Un écosystème robotique en pleine expansion
Helios s’inscrit dans un contexte où la robotique spatiale connaît un essor sans précédent. Plusieurs équipes à travers le monde travaillent sur des systèmes capables de fonctionner en microgravité, que ce soit pour assister les astronautes ou pour automatiser des tâches dangereuses.
Parmi les initiatives récentes, le MIT a développé des bras robotiques adaptés aux missions lunaires, tandis que des chercheurs d’Harvard explorent des muscles artificiels imprimés en 3D pour des robots plus proches du vivant. Ces innovations illustrent une tendance forte : l’autonomie croissante des systèmes robotisés dans l’espace, afin de réduire les risques pour les équipages humains.

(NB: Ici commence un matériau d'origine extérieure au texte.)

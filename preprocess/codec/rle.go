package codec

import (
	"encoding/binary"
	"fmt"
)

// rleHeaderSize is the fixed RLE header: one uint32 segment count followed by
// fifteen uint32 segment offsets, all little-endian (PS3.5 G.5).
const rleHeaderSize = 64

// rleMaxSegments is the number of offsets the header can hold (PS3.5 G.5).
const rleMaxSegments = 15

// rleGeometry checks the image attributes shared by DecodeRLE and EncodeRLE
// and returns the bytes per sample and the pixel count.
func rleGeometry(rows, cols, samplesPerPixel, bitsAllocated int) (bytesPerSample, pixels int, err error) {
	if rows <= 0 || cols <= 0 {
		return 0, 0, fmt.Errorf("codec: rle: invalid size %dx%d", cols, rows)
	}
	if samplesPerPixel <= 0 {
		return 0, 0, fmt.Errorf("codec: rle: invalid samples per pixel %d", samplesPerPixel)
	}
	switch bitsAllocated {
	case 8, 16, 32:
	default:
		return 0, 0, fmt.Errorf("codec: rle: unsupported bits allocated %d", bitsAllocated)
	}
	bytesPerSample = bitsAllocated / 8
	// PS3.5 G.2: one segment per byte of each sample, at most 15 in a frame.
	if samplesPerPixel*bytesPerSample > rleMaxSegments {
		return 0, 0, fmt.Errorf("codec: rle: %d samples of %d bytes need more than %d segments",
			samplesPerPixel, bytesPerSample, rleMaxSegments)
	}
	if rows > MaxSamples/cols || rows*cols > MaxSamples/(samplesPerPixel*bytesPerSample) {
		return 0, 0, fmt.Errorf("codec: rle: %dx%dx%d samples of %d bytes: %w",
			cols, rows, samplesPerPixel, bytesPerSample, ErrTooLarge)
	}
	return bytesPerSample, rows * cols, nil
}

// DecodeRLE decodes one RLE Lossless frame (PS3.5 Annex G) into native pixel
// bytes: little-endian samples, samples interleaved per pixel (planar
// configuration 0).
func DecodeRLE(frame []byte, rows, cols, samplesPerPixel, bitsAllocated int) ([]byte, error) {
	bps, pixels, err := rleGeometry(rows, cols, samplesPerPixel, bitsAllocated)
	if err != nil {
		return nil, err
	}
	if len(frame) < rleHeaderSize {
		return nil, fmt.Errorf("codec: rle: header of %d bytes: %w", len(frame), ErrTruncated)
	}
	nseg := int(binary.LittleEndian.Uint32(frame))
	want := samplesPerPixel * bps
	if nseg != want {
		return nil, fmt.Errorf("codec: rle: header names %d segments, %d samples of %d bytes need %d",
			nseg, samplesPerPixel, bps, want)
	}
	var offsets [rleMaxSegments + 1]int
	for i := range nseg {
		off := binary.LittleEndian.Uint32(frame[4+4*i:])
		if uint64(off) > uint64(len(frame)) {
			return nil, fmt.Errorf("codec: rle: segment %d offset %d beyond frame of %d bytes: %w",
				i, off, len(frame), ErrTruncated)
		}
		offsets[i] = int(off)
	}
	offsets[nseg] = len(frame)
	// PS3.5 G.5: the first segment follows the header directly.
	if offsets[0] != rleHeaderSize {
		return nil, fmt.Errorf("codec: rle: first segment offset %d, want %d", offsets[0], rleHeaderSize)
	}
	for i := range nseg {
		if offsets[i+1] < offsets[i] {
			return nil, fmt.Errorf("codec: rle: segment %d offsets decrease (%d then %d)", i, offsets[i], offsets[i+1])
		}
	}

	stride := samplesPerPixel * bps
	// PS3.5 G.3.1: a two-byte replicate run yields at most 128 bytes, so the
	// segments cannot expand beyond 64 times their length; checking this
	// first keeps a small hostile frame from forcing a large allocation.
	if pixels*stride > 64*(len(frame)-rleHeaderSize) {
		return nil, fmt.Errorf("codec: rle: %d bytes cannot hold %d decoded bytes: %w",
			len(frame), pixels*stride, ErrTruncated)
	}
	out := make([]byte, pixels*stride)
	for seg := range nseg {
		// PS3.5 G.2: segments run most significant byte first within each
		// sample; native little-endian output puts that byte last.
		sample, msbIndex := seg/bps, seg%bps
		pos := sample*bps + (bps - 1 - msbIndex)
		if err := unpackBits(frame[offsets[seg]:offsets[seg+1]], out, pos, stride, pixels); err != nil {
			return nil, fmt.Errorf("codec: rle: segment %d: %w", seg, err)
		}
	}
	return out, nil
}

// unpackBits expands one PackBits segment (PS3.5 G.3.2) into n bytes written
// to out[start], out[start+stride], ... Bytes after the n-th are ignored:
// they are the even-length padding of PS3.5 G.5 or, from some writers, a run
// that crosses the end of the segment.
func unpackBits(seg, out []byte, start, stride, n int) error {
	pos := start
	got := 0
	i := 0
	for got < n {
		if i >= len(seg) {
			return fmt.Errorf("decoded %d of %d bytes: %w", got, n, ErrTruncated)
		}
		h := int(int8(seg[i]))
		i++
		switch {
		case h >= 0:
			// Literal run: copy the next h+1 bytes.
			cnt := min(h+1, n-got)
			if i+cnt > len(seg) {
				return fmt.Errorf("literal run of %d at byte %d: %w", h+1, i-1, ErrTruncated)
			}
			for _, b := range seg[i : i+cnt] {
				out[pos] = b
				pos += stride
			}
			i += h + 1
			got += cnt
		case h != -128:
			// Replicate run: the next byte, 1-h times. -128 is a no-op.
			if i >= len(seg) {
				return fmt.Errorf("replicate run at byte %d: %w", i-1, ErrTruncated)
			}
			b := seg[i]
			i++
			cnt := min(1-h, n-got)
			for range cnt {
				out[pos] = b
				pos += stride
			}
			got += cnt
		}
	}
	return nil
}

// EncodeRLE encodes native little-endian interleaved pixel bytes as one RLE
// Lossless frame (PS3.5 Annex G, PackBits per G.3.1).
func EncodeRLE(native []byte, rows, cols, samplesPerPixel, bitsAllocated int) ([]byte, error) {
	bps, pixels, err := rleGeometry(rows, cols, samplesPerPixel, bitsAllocated)
	if err != nil {
		return nil, err
	}
	stride := samplesPerPixel * bps
	if len(native) != pixels*stride {
		return nil, fmt.Errorf("codec: rle: %d native bytes, %dx%dx%d samples of %d bytes need %d",
			len(native), cols, rows, samplesPerPixel, bps, pixels*stride)
	}
	nseg := stride
	out := make([]byte, rleHeaderSize, rleHeaderSize+len(native)+len(native)/64+nseg*rows+nseg)
	binary.LittleEndian.PutUint32(out, uint32(nseg))
	row := make([]byte, cols)
	for seg := range nseg {
		// MaxSamples keeps the frame far below 4 GiB, so the offset fits.
		binary.LittleEndian.PutUint32(out[4+4*seg:], uint32(len(out)))
		sample, msbIndex := seg/bps, seg%bps
		pos := sample*bps + (bps - 1 - msbIndex)
		// PS3.5 G.3.1: each row is packed separately; runs never cross rows.
		for r := range rows {
			for c := range row {
				row[c] = native[(r*cols+c)*stride+pos]
			}
			out = packBits(out, row)
		}
		// PS3.5 G.5: every segment has even length, padded with a zero byte.
		if len(out)%2 != 0 {
			out = append(out, 0)
		}
	}
	return out, nil
}

// packBits appends the PackBits code of src to dst (PS3.5 G.3.1): runs of
// three or more equal bytes become replicate runs, the rest literal runs, each
// at most 128 bytes.
func packBits(dst, src []byte) []byte {
	i := 0
	for i < len(src) {
		run := 1
		for i+run < len(src) && run < 128 && src[i+run] == src[i] {
			run++
		}
		if run >= 3 {
			dst = append(dst, byte(int8(1-run)), src[i])
			i += run
			continue
		}
		// Literal run: extend until a run of three equal bytes starts.
		j := i
		for j < len(src) && j-i < 128 {
			if j+2 < len(src) && src[j] == src[j+1] && src[j] == src[j+2] {
				break
			}
			j++
		}
		dst = append(dst, byte(j-i-1))
		dst = append(dst, src[i:j]...)
		i = j
	}
	return dst
}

D’ici là, la communauté scientifique suivra avec attention l’évolution de ce robot quadrumane, dont la conception repousse les limites de la robotique spatiale. Une chose est sûre : l’espace, longtemps réservé aux humains, n’est plus l’apanage des seuls organismes biologiques.
Dans l’espace, les jambes n’ont aucune utilité pour se déplacer, car l’apesanteur annule la gravité. En revanche, des bras supplémentaires permettent au robot de s’agripper aux parois, de stabiliser son corps et de manipuler des outils avec une grande précision. Cette conception quadrumane optimise donc les mouvements en microgravité, où les méthodes de locomotion terrestres (roues, bipédie) sont inefficaces.